What does it mean when the is a zero and a number.  Fence permit, demo permit.  Did the permit process cross from one month to the next?


----------



## jar546 (Mar 28, 2021)

Mark K said:


> So what about the individuals that do not know how to navigate your system?  Are they to be denied access to your department?
> 
> This also implies that if an individual does not have access to the internet they cannot get a permit.  If that is the case then maybe the local legislative body should state that anybody that does not have internet access is not able to access government services.


We cross those bridges when we come to them.  If you have a smart phone, computer or tablet you can apply for a permit.  If you do not you will have to call to make special arrangements with us which has yet to happen in the past year.


----------



## jar546 (Mar 28, 2021)

e hilton said:


> What does it mean when the is a zero and a number.  Fence permit, demo permit.  Did the permit process cross from one month to the next?


Some permits are received in one month and issued on another, some are not.  This is why you can receive 20 permits in one month but issue 22.


----------



## tmurray (Mar 29, 2021)

Mark K said:


> So what about the individuals that do not know how to navigate your system?  Are they to be denied access to your department?
> 
> This also implies that if an individual does not have access to the internet they cannot get a permit.  If that is the case then maybe the local legislative body should state that anybody that does not have internet access is not able to access government services.

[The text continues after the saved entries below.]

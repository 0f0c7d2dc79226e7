import { beforeAll, expect, test } from 'vitest';
import type { CLibrary } from './c-library.js';
import { HP } from './c-library.js';
import { damagedFiles } from './damaged-files.js';
import { smallCurveSet, smallTimeline } from './small-files.js';
import { COMPILE_TIMEOUT } from './wasm-build.js';
import { describeEveryWay } from './ways.js';
import { openWasmLibrary } from './wasm-port.js';

const files = { 'a curve set': smallCurveSet(), 'a timeline': smallTimeline() };

let reference: CLibrary;
beforeAll(async () => {
  reference = await openWasmLibrary();
}, COMPILE_TIMEOUT);

describeEveryWay('the reader', (library) => {
  for (const [name, file] of Object.entries(files)) {
    test(`accepts ${name} as it was written`, async () => {
      expect(await library().inspect(file)).toMatchObject({ open: HP.OK, check: HP.OK });
    });

    test(`refuses ${name} cut at any length`, async () => {
      const cuts = Array.from({ length: file.length }, (_, length) => file.subarray(0, length));
      const opened = await Promise.all(cuts.map((cut) => library().open(cut)));
      expect(opened.map((result) => result === HP.LENGTH)).not.toContain(false);
    });

    test(`refuses ${name} with bytes behind its end`, async () => {
      const longer = [1, 4, 1000].map((more) => Buffer.concat([file, Buffer.alloc(more)]));
      expect(await Promise.all(longer.map((bytes) => library().open(bytes)))).toEqual(
        longer.map(() => HP.LENGTH),
      );
    });

    test(`refuses ${name} with any one byte changed`, async () => {
      const damaged = [0x01, 0x80, 0xff].flatMap((mask) => flips(file, mask));
      const found = await Promise.all(damaged.map((bytes) => library().inspect(bytes)));
      expect(found.filter(({ open, check }) => open === HP.OK && check === HP.OK)).toEqual([]);
    });
  }

  test('reads nothing outside 10 000 damaged files, and answers what WebAssembly answers', async () => {
    for (const batch of damagedFiles(10_000, 42)) {
      const [found, expected] = await Promise.all([
        inspectAll(library(), batch),
        inspectAll(reference, batch),
      ]);
      expect(found).toEqual(expected);
    }
  });
});

test('the damaged files reach every check of the reader', async () => {
  const reached = new Set<number>();
  for (const batch of damagedFiles(10_000, 42)) {
    for (const { open, check } of await inspectAll(reference, batch)) reached.add(open || check);
  }
  expect([...reached].sort((a, b) => b - a)).toEqual(VERDICTS);
});

/** What hp_open and hp_check return between them, as `enum hp_result` lists it. */
const VERDICTS: readonly number[] = [
  ...[HP.OK, HP.LENGTH, HP.MAGIC, HP.VERSION, HP.HEADER_CRC, HP.DIRECTORY],
  ...[HP.CHANNEL, HP.SECTION_CRC, HP.NOT_FOUND, HP.INDEX, HP.ORDER],
];

const inspectAll = (
  library: CLibrary,
  batch: readonly Uint8Array[],
): Promise<{ open: number; check: number; walk: number }[]> =>
  Promise.all(batch.map((file) => library.inspect(file)));

const flips = (file: Uint8Array, mask: number): Uint8Array[] =>
  Array.from(file, (_, at) => {
    const copy = Uint8Array.from(file);
    copy[at]! ^= mask;
    return copy;
  });
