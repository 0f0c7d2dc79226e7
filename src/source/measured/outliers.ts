/** Points that do not belong to the curve of the others. */
import { determination } from '../../numeric/determination.js';
import { leastSquares } from '../../numeric/least-squares.js';
import type { Amperes } from '../../quantities.js';
import type { CurveData, MeasuredPoint } from './curve-data.js';
import { residualProblem, residualsAt } from './residuals.js';
import type { SearchBox } from './search-box.js';

export interface Outlier extends MeasuredPoint {
  /** Current of the robust curve less the measured one. */
  readonly residual: Amperes;
  /** The residual over its standard deviation, as the other points show it. */
  readonly studentised: number;
}

export interface OutlierReading {
  readonly outliers: readonly Outlier[];
  /** Standard deviation of the currents by their median residual. */
  readonly noise: Amperes;
  /** What a studentised residual must exceed. */
  readonly limit: number;
  /** False where there are fewer than two points for each parameter: nothing can be told apart. */
  readonly isJudged: boolean;
}

/**
 * A robust curve first: exact residuals, each point weighted down by its own residual until the
 * weights rest, with P. J. Huber's weights to come near and then J. W. Tukey's bisquare, which give
 * a far point no weight at all. The scale is 1.4826 times the median absolute residual (what a
 * normal distribution makes of it), larger by the parameters fitted, and at least a millionth of the
 * span of currents, below which no instrument measures. Each residual is then divided by its own
 * standard deviation, which the fit makes smaller at the ends of the curve.
 *
 * The limit is 4 and grows where points are few, because the scale is then uncertain itself:
 * 4 (1 + 6 / (m - n)) for m points and n parameters. So one curve in thirty to seventy of normal
 * noise shows a point wrongly, by simulation of 20 to 500 points.
 * @param start Parameters of the least-squares optimum.
 */
export function findOutliers(data: CurveData, box: SearchBox, start: Float64Array): OutlierReading {
  const points = data.voltages.length;
  const count = start.length;
  if (points < 2 * count) return { outliers: [], noise: NaN, limit: NaN, isJudged: false };
  const limit = LIMIT * (1 + FEW / (points - count));
  let parameters = start;
  let weights: Float64Array = new Float64Array(points).fill(1);
  for (let pass = 0; pass < HUBER_PASSES + BISQUARE_PASSES; pass++) {
    const residuals = residualsAt('exact', box.scale, data, parameters);
    const noise = noiseOf(residuals, data, count);
    const weigh = pass < HUBER_PASSES ? huber : bisquare;
    const next = residuals.map((residual) => weigh(Math.abs(residual) / noise));
    const change = Math.max(...next.map((weight, i) => Math.abs(weight - weights[i]!)));
    weights = next;
    if (change < SETTLED && pass > HUBER_PASSES) break;
    const problem = residualProblem('exact', box.scale, data, weights.map(Math.sqrt));
    parameters = leastSquares(problem, parameters, { ...box, iterationLimit: 60 }).parameters;
  }
  return { ...judge(data, box, parameters, weights, limit), limit, isJudged: true };
}

const LIMIT = 4;
const FEW = 6;
const HUBER_PASSES = 15;
const BISQUARE_PASSES = 15;
const SETTLED = 1e-3;
/** Ratio of standard deviation to median absolute deviation of a normal distribution. */
const NORMAL_MEDIAN = 1.4826;
const FINEST = 1e-6;
/** Tuning constants for 95 % efficiency with normal noise (common practice). */
const HUBER = 1.345;
const BISQUARE = 4.685;

const huber = (size: number): number => (size <= HUBER ? 1 : HUBER / size);

function bisquare(size: number): number {
  if (size >= BISQUARE) return 0;
  const share = 1 - (size / BISQUARE) * (size / BISQUARE);
  return share * share;
}

function noiseOf(residuals: Float64Array, data: CurveData, count: number): Amperes {
  const sizes = residuals.map(Math.abs).sort();
  const half = sizes.length >> 1;
  const median = sizes.length % 2 === 1 ? sizes[half]! : 0.5 * (sizes[half - 1]! + sizes[half]!);
  const freedom = Math.sqrt(sizes.length / (sizes.length - count));
  return Math.max(NORMAL_MEDIAN * median * freedom, FINEST * data.currentSpan);
}

function judge(
  data: CurveData,
  box: SearchBox,
  parameters: Float64Array,
  weights: Float64Array,
  limit: number,
): { outliers: Outlier[]; noise: Amperes } {
  const count = parameters.length;
  const residuals = residualsAt('exact', box.scale, data, parameters);
  const noise = noiseOf(residuals, data, count);
  const jacobian = new Float64Array(residuals.length * count);
  residualProblem('exact', box.scale, data, weights.map(Math.sqrt)).jacobian(parameters, jacobian);
  const { leverage } = determination(jacobian, count);
  const outliers = data.points.flatMap((point, i) => {
    const own = noise * Math.sqrt(Math.max(1 - leverage[i]!, LEAST_FREEDOM));
    const studentised = residuals[i]! / own;
    return Math.abs(studentised) > limit
      ? [{ ...point, residual: residuals[i]!, studentised }]
      : [];
  });
  return { outliers: outliers.sort((a, b) => (a.line ?? 0) - (b.line ?? 0)), noise };
}

/** A point that alone holds a parameter has no residual; nothing can be said about it. */
const LEAST_FREEDOM = 0.04;
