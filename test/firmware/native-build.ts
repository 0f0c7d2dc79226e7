/** Compiles C of the tests with the compiler of the system, if it has one. */
import { execFileSync, spawnSync } from 'node:child_process';
import { accessSync, constants, existsSync, renameSync } from 'node:fs';
import { delimiter, join } from 'node:path';
import {
  cachePath,
  type CProgram,
  defineFlags,
  draftPath,
  fingerprint,
  includeDirs,
  STRICT_FLAGS,
  writeWhole,
} from './c-program.js';

export interface NativeOptions {
  /** Path of a compiler that understands the options of gcc. Default: {@link nativeCompiler}. */
  readonly compiler?: string;
  /** Stop at a read outside an object and at undefined behaviour. Default: false. */
  readonly sanitize?: boolean;
  /** Further flags. */
  readonly flags?: readonly string[];
}

/** Where a program of this name is on the PATH. */
export function findProgram(...names: readonly string[]): string | undefined {
  const folders = (process.env['PATH'] ?? '').split(delimiter).filter((folder) => folder !== '');
  return names.flatMap((name) => folders.map((folder) => join(folder, name))).find(isProgram);
}

/** The C compiler of the system, or undefined: tests that need it are then skipped by name. */
export const nativeCompiler = findProgram('cc', 'gcc', 'clang', 'clang-14');

const SANITIZER_FLAGS = [
  '-g',
  '-O1',
  '-fno-omit-frame-pointer',
  '-fsanitize=address,undefined',
  '-fno-sanitize-recover=all',
];

/** Whether the compiler of the system has the sanitizers, found by a trial. */
export function canSanitize(): boolean {
  if (nativeCompiler === undefined) return false;
  try {
    const source = cachePath('native-cache', 'empty.c');
    writeWhole(source, Buffer.from('int main(void)\n{\n    return 0;\n}\n'));
    return runNative(compileNative({ sources: [source] }, { sanitize: true })).status === 0;
  } catch {
    return false;
  }
}

/**
 * Compiles and links a program under {@link STRICT_FLAGS}.
 *
 * @returns Path of the program. The same program is compiled once and found again.
 * @throws Error with what the compiler said.
 */
export function compileNative(program: CProgram, options: NativeOptions = {}): string {
  const compiler = options.compiler ?? nativeCompiler;
  if (compiler === undefined) throw new Error('This system has no C compiler.');
  const flags = [
    ...STRICT_FLAGS,
    ...(options.sanitize === true ? SANITIZER_FLAGS : ['-O2']),
    ...(options.flags ?? []),
  ];
  const version = execFileSync(compiler, ['--version'], { encoding: 'utf8' });
  const path = cachePath('native-cache', fingerprint(program, `${compiler} ${version}`, flags));
  if (!existsSync(path)) build(program, compiler, flags, path);
  return path;
}

function build(program: CProgram, compiler: string, flags: readonly string[], path: string): void {
  const draft = draftPath(path);
  const run = spawnSync(
    compiler,
    [
      ...flags,
      ...defineFlags(program),
      ...includeDirs(program).map((folder) => `-I${folder}`),
      ...['-o', draft, ...program.sources],
    ],
    { encoding: 'utf8' },
  );
  if (run.status !== 0) throw new Error(`${compiler} refuses the program:\n${run.stderr}`);
  renameSync(draft, path);
}

/** Runs a program to its end. */
export function runNative(
  path: string,
  args: readonly string[] = [],
): { status: number | null; stdout: string; stderr: string } {
  const { status, stdout, stderr } = spawnSync(path, args, { encoding: 'utf8' });
  return { status, stdout, stderr };
}

function isProgram(path: string): boolean {
  try {
    accessSync(path, constants.X_OK);
    return true;
  } catch {
    return false;
  }
}
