/** What a reader of a fit must not miss. */
import type { Problem } from '../../fault.js';
import { TECHNOLOGIES, type TechnologyName } from '../technology.js';
import type { EstimateName, Standing } from './estimates.js';
import type { MeasuredFit } from './measured-fit.js';

/** Outliers by line, an optimum not confirmed, parameters the data leave open, odd cell voltages. */
export function measuredFitWarnings(fit: MeasuredFit, technology: TechnologyName): Problem[] {
  return [
    ...outlierWarnings(fit),
    ...searchWarnings(fit),
    ...voltageWarnings(fit, technology),
    ...standingWarnings(fit),
  ];
}

function outlierWarnings({ outliers, outliersLeftOut, outliersJudged }: MeasuredFit): Problem[] {
  if (!outliersJudged) {
    const message = 'too few points to tell outliers: two for each parameter are needed.';
    return [{ code: 'OUTLIERS_NOT_JUDGED', message }];
  }
  return outliers.map(({ line, voltage, current, residual, studentised }) => ({
    code: 'OUTLIER',
    ...(line === undefined ? {} : { line }),
    message:
      `${voltage} V, ${current} A is ${milli(residual)} mA off the curve of the other points, ` +
      `${Math.abs(studentised).toFixed(1)} standard deviations; ` +
      `${outliersLeftOut ? 'left out' : 'fitted all the same'}.`,
    ...(outliersLeftOut
      ? {}
      : { hint: 'Check the point, or leave out all such: --without-outliers.' }),
  }));
}

const milli = (current: number): string =>
  String(Number((1000 * Math.abs(current)).toPrecision(3)));

function searchWarnings({ search }: MeasuredFit): Problem[] {
  if (search.isConfirmed) return [];
  const message =
    `the optimum is not confirmed: ${search.agreeing} of ${search.tried} searches led to it ` +
    `(the best one ended as ${search.end}).`;
  return [{ code: 'OPTIMUM_NOT_CONFIRMED', message }];
}

function voltageWarnings(fit: MeasuredFit, technology: TechnologyName): Problem[] {
  const [least, most] = TECHNOLOGIES[technology].cellVoltage;
  const perCell = fit.curve.openCircuitVoltage / fit.cellsInSeries;
  // Light a hundred times weaker, or cells 100 K warmer, lower a cell's voltage by a third.
  if (perCell >= 0.6 * least && perCell <= most) return [];
  return [
    {
      code: 'ODD_CELL_VOLTAGE',
      message:
        `open circuit lies at ${perCell.toPrecision(3)} V a cell; expected ${least} to ${most} V ` +
        `for ${TECHNOLOGIES[technology].title}.`,
      hint: 'Check the number of cells, the units, and that the columns are not swapped.',
    },
  ];
}

function standingWarnings({ estimates }: MeasuredFit): Problem[] {
  return estimates.flatMap(({ name, standing }) =>
    standing === 'determined'
      ? []
      : [{ code: 'NOT_DETERMINED', message: `${TITLES[name]}: ${REASONS[standing]}.` }],
  );
}

const TITLES: Readonly<Record<EstimateName, string>> = {
  photocurrent: 'photocurrent',
  shuntConductance: 'shunt resistance',
  seriesResistance: 'series resistance',
  saturationCurrent: 'saturation current',
  ideality: 'ideality factor',
  secondSaturationCurrent: 'saturation current of the second diode',
  secondIdeality: 'ideality factor of the second diode',
};

const REASONS: Readonly<Record<Exclude<Standing, 'determined'>, string>> = {
  loose: 'these points hardly determine it (two standard errors reach its value)',
  'at-bound': 'held by a bound of the search; the points would have it beyond',
  unknown: 'no point is to spare that could show how well it is determined',
  undetermined: 'these points do not determine it at all',
};
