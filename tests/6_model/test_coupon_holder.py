"""Coupon holder: the rod drops into its slots and can hardly shift; the piece of boom clears cheeks and floor."""

import pytest

from fabgen.design.coupon_holder_sizes import SLOT_PLAY_MM, coupon_holder_size, least_height_mm
from fabgen.design.saddle_sizes import saddle_size
from fabgen.model.kernel import cq, solid_of, volume_mm3
from fabgen.model.parts.coupon_holder import coupon_holder

CASES = [
    {},
    {"rod_diameter_mm": 8.0, "height_mm": 40.0, "boom_width_mm": 30.0, "rest_mm": 15.0, "hole_growth_mm": 0.2},
    {"rod_diameter_mm": 2.5, "height_mm": 60.0, "boom_width_mm": 15.0, "rest_mm": 40.0, "stack_mm": 0.0},
]


def common_mm3(part: cq.Workplane, *tools: cq.Shape) -> float:
    return sum(max(0.0, solid_of(part).intersect(tool).Volume()) for tool in tools)


def rod(size, x_mm: float, z_mm: float) -> cq.Solid:
    start = cq.Vector(x_mm, -size.half_y_mm - 20, z_mm)
    return cq.Solid.makeCylinder(size.rod_diameter_mm / 2, 2 * size.half_y_mm + 40, start, cq.Vector(0, 1, 0))


@pytest.mark.parametrize("numbers", CASES)
def test_volume_is_the_closed_form(numbers) -> None:
    assert volume_mm3(coupon_holder(**numbers)) == pytest.approx(coupon_holder_size(**numbers).volume_mm3, rel=1e-7)


@pytest.mark.parametrize("numbers", CASES)
def test_the_slots_hold_the_station(numbers) -> None:
    """The rod goes in from above, lies at its height and can shift by no more than 0.2 mm between its two ends."""
    part, size = coupon_holder(**numbers), coupon_holder_size(**numbers)
    growth = numbers.get("hole_growth_mm", 0.0)
    play = (SLOT_PLAY_MM + growth) / 2
    for z in (size.height_mm - play + 0.001, size.height_mm, size.top_mm + 10):
        assert common_mm3(part, rod(size, 0.0, z)) == pytest.approx(0.0, abs=1e-6)
    assert common_mm3(part, rod(size, 0.0, size.height_mm - play - 0.05)) > 0
    for side in (-1, 1):
        assert common_mm3(part, rod(size, side * (play - 0.001), size.height_mm)) == pytest.approx(0.0, abs=1e-3)
        assert common_mm3(part, rod(size, side * (play + 0.05), size.height_mm)) > 0.01
    assert 2 * (SLOT_PLAY_MM / 2) <= 0.2


@pytest.mark.parametrize("numbers", CASES)
def test_the_piece_of_boom_hangs_free_between_the_cheeks(numbers) -> None:
    part, size = coupon_holder(**numbers), coupon_holder_size(**numbers)
    wide = size.boom_width_mm / 2 + size.stack_mm
    low = size.height_mm - size.rest_mm
    piece = cq.Solid.makeBox(400, size.boom_width_mm, 30, cq.Vector(-200, -size.boom_width_mm / 2, low))
    mount = cq.Solid.makeBox(10, 2 * wide, 10, cq.Vector(-5, -wide, size.height_mm - 5))
    assert common_mm3(part, piece, mount) == pytest.approx(0.0, abs=1e-6)


def test_its_screws_stand_where_the_saddles_do() -> None:
    assert coupon_holder_size().screw_x_mm == saddle_size(height_mm=20.0).screw_x_mm[1]


def test_a_rod_too_low_is_refused() -> None:
    least = least_height_mm(rest_mm=10.0)
    assert coupon_holder_size(height_mm=least).floor_mm > 0
    with pytest.raises(ValueError, match="needs a rod 18 mm over the timber"):
        coupon_holder_size(height_mm=least - 0.5)
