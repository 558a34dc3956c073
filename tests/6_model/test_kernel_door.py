"""The door to the CAD kernel: what it says when the kernel does not load, and what it refuses."""

import os
import subprocess
import sys

import pytest

from fabgen.errors import MachineError, ProgramError
from fabgen.model.kernel import bounds_mm, cq, on_bed, part_of, solid_of, volume_mm3


def failing(message):
    """A cadquery that fails to load."""
    return f"raise ImportError({message!r})\n"


def import_kernel_with(tmp_path, root, cadquery):
    """Import the door in a fresh interpreter with this for cadquery; its stdout."""
    (tmp_path / "cadquery.py").write_text(cadquery, encoding="utf-8")
    script = (
        "from fabgen.errors import MachineError\n"
        "try:\n    import fabgen.model.kernel\n"
        "except MachineError as error:\n    print(error.exit_code, error.message, '|', error.fix)\n"
    )
    path = os.pathsep.join([str(tmp_path), str(root)])
    done = subprocess.run(
        [sys.executable, "-c", script],
        env=os.environ | {"PYTHONPATH": path},
        capture_output=True,
        text=True,
        check=True,
    )
    return done.stdout


def test_missing_system_library_is_named_with_its_package(tmp_path, root):
    said = import_kernel_with(
        tmp_path, root, failing("libGL.so.1: cannot open shared object file: No such file or directory")
    )
    assert said.startswith("3 ")
    assert "libGL.so.1" in said
    assert "libgl1" in said.partition("|")[2]


def test_any_other_failure_to_load_is_a_machine_error_too(tmp_path, root):
    said = import_kernel_with(tmp_path, root, failing("No module named 'OCP'"))
    assert said.startswith("3 ")
    assert "libgl1" not in said


def test_ctrl_c_while_the_kernel_loads_waits_until_it_has_loaded(tmp_path, root):
    press = "import os, signal\nos.kill(os.getpid(), signal.SIGINT)\n"
    (tmp_path / "cadquery.py").write_text(press + "loaded = True\n", encoding="utf-8")
    script = (
        "import sys\n"
        "try:\n    import fabgen.model.kernel\n"
        "except KeyboardInterrupt:\n    print('stopped', sys.modules['cadquery'].loaded)\n"
    )
    done = subprocess.run(
        [sys.executable, "-c", script],
        env=os.environ | {"PYTHONPATH": os.pathsep.join([str(tmp_path), str(root)])},
        capture_output=True,
        text=True,
        check=True,
    )
    assert done.stdout == "stopped True\n"


def test_windows_library_is_not_loaded_and_not_missed():
    """VTK as a whole takes a third of the kernel's load; what the kernel itself uses of it works without."""
    script = (
        "import gc, sys\nfrom fabgen.model.kernel import cq\n"
        "print('vtkmodules.vtkRenderingVolume' in sys.modules, 'vtk' in sys.modules, gc.isenabled())\n"
        "print(cq.Workplane().box(1, 2, 3).val().toVtkPolyData(0.1).GetNumberOfPoints() > 0)\n"
        "import vtk\nprint(vtk.vtkSphereSource.__name__)\n"
    )
    done = subprocess.run([sys.executable, "-c", script], capture_output=True, text=True, check=True)
    assert done.stdout.splitlines() == ["False False True", "True", "vtkSphereSource"]


def test_who_asks_the_windows_library_for_something_while_loading_gets_it(tmp_path, root):
    asking = "from vtk import vtkSphereSource\nraise ImportError('found ' + vtkSphereSource.__name__)\n"
    said = import_kernel_with(tmp_path, root, asking)
    assert "found vtkSphereSource" in said


def test_a_machine_error_exits_with_three():
    assert MachineError("x").exit_code == 3


def test_a_part_in_two_pieces_is_the_programs_error():
    two = cq.Workplane().box(1, 1, 1).union(cq.Workplane("XY", origin=(5, 0, 0)).box(1, 1, 1)).val()
    with pytest.raises(ProgramError, match="2 solids"):
        part_of(two)
    with pytest.raises(ProgramError):
        solid_of(cq.Workplane(two))


def test_measures_of_a_known_box():
    part = cq.Workplane("XY", origin=(1, 2, 3)).box(2, 4, 6)
    assert volume_mm3(part) == pytest.approx(48.0, rel=1e-12)
    assert bounds_mm(part) == ((0.0, 0.0, 0.0), (2.0, 4.0, 6.0))
    low, high = bounds_mm(on_bed(part.translate((0, 0, -7))))
    assert (low[2], high[2]) == pytest.approx((0.0, 6.0), abs=1e-9)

Does the US not view internet access as a critical utility? The Canadian government took this position a number of years ago given how many services have transitioned to online only. Free internet is typically available at all government buildings, libraries, local coffee shops, even car repair places. A local municipality has even created a local WIFI system within a portion of their city that houses the majority of their low income families to provide them better internet access. 

The real issue is the older generation, who may not have taken the time to learn to use internet services. These people would likely need special accommodation, but account for a small segment of the population we service. 

We had an older contractor that we always had to help fill out applications because he couldn't read or write. There will always be workarounds needed for those who otherwise fall through the cracks.


----------